TASK DIRECTIONS — Where the listing below reaches the line containing "def wheel(tmp_path_factory: pytest.TempPathFactory)", start writing out lines exactly, and stop once the line containing "Path, tmp_path_factory: pytest.TempPathFactory)" has been written.
=== Begin Enclosure ===
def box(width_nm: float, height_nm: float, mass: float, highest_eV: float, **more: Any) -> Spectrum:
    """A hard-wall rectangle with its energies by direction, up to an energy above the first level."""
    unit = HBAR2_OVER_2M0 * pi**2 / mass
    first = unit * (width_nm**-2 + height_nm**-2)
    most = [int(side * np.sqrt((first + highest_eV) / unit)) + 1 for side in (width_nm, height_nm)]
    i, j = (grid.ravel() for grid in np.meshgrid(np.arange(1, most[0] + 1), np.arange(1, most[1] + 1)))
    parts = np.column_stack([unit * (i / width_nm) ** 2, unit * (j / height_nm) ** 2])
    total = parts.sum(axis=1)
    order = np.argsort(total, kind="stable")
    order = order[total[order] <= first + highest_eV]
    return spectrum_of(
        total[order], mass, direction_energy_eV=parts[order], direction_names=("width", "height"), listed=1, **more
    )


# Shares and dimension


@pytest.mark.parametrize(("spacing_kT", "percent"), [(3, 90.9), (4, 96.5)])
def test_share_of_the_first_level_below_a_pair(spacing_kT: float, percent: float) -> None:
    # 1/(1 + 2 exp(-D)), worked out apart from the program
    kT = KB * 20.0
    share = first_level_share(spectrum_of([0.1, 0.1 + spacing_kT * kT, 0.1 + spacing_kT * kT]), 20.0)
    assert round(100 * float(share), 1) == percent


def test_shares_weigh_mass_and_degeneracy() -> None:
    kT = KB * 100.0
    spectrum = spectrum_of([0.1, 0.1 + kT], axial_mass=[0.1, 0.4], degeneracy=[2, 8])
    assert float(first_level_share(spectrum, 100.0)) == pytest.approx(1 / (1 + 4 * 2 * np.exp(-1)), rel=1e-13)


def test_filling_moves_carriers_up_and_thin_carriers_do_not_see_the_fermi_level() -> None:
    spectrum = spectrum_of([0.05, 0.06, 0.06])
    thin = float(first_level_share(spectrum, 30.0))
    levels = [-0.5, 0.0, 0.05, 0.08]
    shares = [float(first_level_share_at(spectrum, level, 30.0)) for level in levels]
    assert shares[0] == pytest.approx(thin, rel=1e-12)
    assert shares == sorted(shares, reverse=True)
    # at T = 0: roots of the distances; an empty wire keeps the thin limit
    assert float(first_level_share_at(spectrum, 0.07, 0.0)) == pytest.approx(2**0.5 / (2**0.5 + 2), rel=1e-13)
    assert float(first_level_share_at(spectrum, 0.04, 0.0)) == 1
=== End Enclosure ===
=== Begin Enclosure ===
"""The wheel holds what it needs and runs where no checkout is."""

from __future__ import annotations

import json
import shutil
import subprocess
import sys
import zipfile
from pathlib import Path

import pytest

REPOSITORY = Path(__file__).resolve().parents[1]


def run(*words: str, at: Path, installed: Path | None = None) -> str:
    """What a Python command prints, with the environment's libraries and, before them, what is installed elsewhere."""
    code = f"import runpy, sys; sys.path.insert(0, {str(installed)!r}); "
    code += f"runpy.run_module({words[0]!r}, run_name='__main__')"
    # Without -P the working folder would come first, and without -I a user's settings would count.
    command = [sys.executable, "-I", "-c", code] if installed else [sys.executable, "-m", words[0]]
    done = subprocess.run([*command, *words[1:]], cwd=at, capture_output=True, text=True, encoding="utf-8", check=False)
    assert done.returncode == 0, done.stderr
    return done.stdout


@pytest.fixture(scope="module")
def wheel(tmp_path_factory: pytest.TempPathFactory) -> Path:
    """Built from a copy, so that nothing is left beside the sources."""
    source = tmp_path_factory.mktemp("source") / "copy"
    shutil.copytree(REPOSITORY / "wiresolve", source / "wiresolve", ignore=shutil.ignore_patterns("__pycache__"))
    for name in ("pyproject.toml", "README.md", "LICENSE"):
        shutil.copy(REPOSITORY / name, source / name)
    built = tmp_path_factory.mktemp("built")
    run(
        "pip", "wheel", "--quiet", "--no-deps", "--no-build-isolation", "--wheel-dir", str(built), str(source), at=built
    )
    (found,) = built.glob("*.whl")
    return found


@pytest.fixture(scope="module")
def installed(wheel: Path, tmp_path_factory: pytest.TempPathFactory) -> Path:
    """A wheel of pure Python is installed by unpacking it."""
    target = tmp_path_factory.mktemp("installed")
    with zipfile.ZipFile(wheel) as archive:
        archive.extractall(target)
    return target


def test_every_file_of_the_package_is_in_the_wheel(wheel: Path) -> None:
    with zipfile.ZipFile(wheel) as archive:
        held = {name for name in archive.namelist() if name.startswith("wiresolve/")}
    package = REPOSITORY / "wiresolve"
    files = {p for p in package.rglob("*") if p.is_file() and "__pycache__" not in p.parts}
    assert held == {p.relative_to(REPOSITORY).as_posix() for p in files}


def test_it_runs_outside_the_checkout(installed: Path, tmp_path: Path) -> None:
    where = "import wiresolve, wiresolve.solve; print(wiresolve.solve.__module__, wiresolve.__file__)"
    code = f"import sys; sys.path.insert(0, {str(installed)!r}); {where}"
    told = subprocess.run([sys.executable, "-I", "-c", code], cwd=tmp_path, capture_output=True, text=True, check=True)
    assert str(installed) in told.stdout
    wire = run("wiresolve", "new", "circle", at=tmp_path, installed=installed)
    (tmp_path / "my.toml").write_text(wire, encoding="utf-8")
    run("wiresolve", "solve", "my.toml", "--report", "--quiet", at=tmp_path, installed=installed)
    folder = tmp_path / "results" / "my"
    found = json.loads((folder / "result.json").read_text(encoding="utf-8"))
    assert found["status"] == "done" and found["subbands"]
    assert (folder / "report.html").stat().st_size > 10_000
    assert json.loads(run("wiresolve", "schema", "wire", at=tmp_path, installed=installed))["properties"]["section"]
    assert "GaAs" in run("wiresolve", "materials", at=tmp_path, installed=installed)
=== End Enclosure ===
RESULT OF THE TASK —
def wheel(tmp_path_factory: pytest.TempPathFactory) -> Path:
    """Built from a copy, so that nothing is left beside the sources."""
    source = tmp_path_factory.mktemp("source") / "copy"
    shutil.copytree(REPOSITORY / "wiresolve", source / "wiresolve", ignore=shutil.ignore_patterns("__pycache__"))
    for name in ("pyproject.toml", "README.md", "LICENSE"):
        shutil.copy(REPOSITORY / name, source / name)
    built = tmp_path_factory.mktemp("built")
    run(
        "pip", "wheel", "--quiet", "--no-deps", "--no-build-isolation", "--wheel-dir", str(built), str(source), at=built
    )
    (found,) = built.glob("*.whl")
    return found


@pytest.fixture(scope="module")
def installed(wheel: Path, tmp_path_factory: pytest.TempPathFactory) -> Path:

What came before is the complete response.